- Pitcher
- Born: July 3, 1941 Long Beach, California, U.S.
- Died: October 2, 2023 (aged 82) Clearwater, Florida, U.S.
- Batted: RightThrew: Right

MLB debut
- April 15, 1966, for the Washington Senators

Last MLB appearance
- April 6, 1973, for the New York Yankees

MLB statistics
- Win–loss record: 39–42
- Earned run average: 3.70
- Strikeouts: 297
- Stats at Baseball Reference

Teams
- Washington Senators / Texas Rangers (1966–1972); New York Yankees (1972–1973);

= Casey Cox =

American baseball player (1941–2023)

Joseph Casey Cox (July 3, 1941 – October 2, 2023) was an American professional baseball player who pitched in the Major Leagues between 1966 and 1973 for the Washington Senators/Texas Rangers and New York Yankees. A right-hander, he was listed as 6 ft 5 in tall and 200 lb. He was born in Long Beach, California, and attended Long Beach City College and California State University, Los Angeles.

Cox entered baseball in 1962 as a member of the Cincinnati Reds' organization, then was drafted in successive years by the Cleveland Indians (1963) and Senators (1964). In the majors, he was essentially a relief pitcher, coming out of the bullpen in all but 59 of his 308 career MLB games pitched. In 1966, as a rookie, he appeared in a career-high 66 games and was credited with seven saves, also a personal best.

His finest season was 1969 — the 1961–1971 Senators' only winning campaign in 11 seasons in Washington. Working in 52 games, with 13 starts, he set career marks in games won (12) and earned run average (2.78, in 1712/3 innings pitched). He handled 32 chances in the field without an error, leading all American League pitchers in fielding percentage. He also threw a career-high four complete games. The following season, 1970, Cox was almost exclusively a starting pitcher. But he won only eight of 20 decisions and his ERA climbed to 4.45, as Washington faltered and finished last in the American League East. In 1971 he returned to the Senator bullpen and tied his career-best with seven saves, but Washington struggled again on the field and at the turnstiles, and the franchise was moved to Dallas–Fort Worth as the Texas Rangers during the offseason. In 1972, Cox appeared in 45 games for the first edition of the Rangers before his trade on August 31 to the Yankees.

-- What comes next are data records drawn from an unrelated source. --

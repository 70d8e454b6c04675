"""The mounting rules of a site: where a probe may go, and how far apart probes must be.

:class:`Site` gathers the mounting regions, the keep-outs, the minimum spacing and the probes
already installed, and answers vectorised questions: whether positions are allowed
(:meth:`Site.allowed`), whether layouts keep their spacing (:meth:`Site.spacing_ok`), why a
layout breaks the rules (:meth:`Site.violations`) and whether a count of probes can be placed at
all (:meth:`Site.check_feasible`, with clear messages). Candidate lattices and random and
regular layouts over a site live in :mod:`.layouts`; ``Site`` offers them as methods too.

Units: metres throughout. Shapes: ``n_points`` positions are ``(n_points, 3)`` arrays of
``(x, y, z)``; z is up.
"""

from __future__ import annotations

import math
from dataclasses import dataclass, field

import numpy as np
import shapely

from ..resulttypes import format_quantity
from . import layouts
from ._common import (
    COINCIDENT_M,
    HEX_CELL_FACTOR,
    SPACING_RTOL,
    fmt,
    label,
    points,
    positive_int,
)
from ._pointsets import greedy_independent
from .layouts import Candidates
from .regions import Region

# Memory bound for broadcast distance blocks (elements of the largest temporary).
_BLOCK_ELEMENTS = 1 << 22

Cox would pitch in only six total games for the Yankees, five at the tail end of 1972, and then on Opening Day 1973 at Fenway Park, when he worked three innings of mop-up relief in a 15–5 Red Sox victory that marked the first game in which a designated hitter was used in the American League. He retired from baseball after the 1973 campaign.

Over the course of Cox' MLB career, he posted a 39–42 won–lost record, 20 saves, five complete games, and an earned run average of 3.70. In 762 innings pitched, he permitted 772 hits and 234 bases on balls, with 297 strikeouts.

Casey Cox died in Clearwater, Florida, on October 2, 2023, at the age of 82.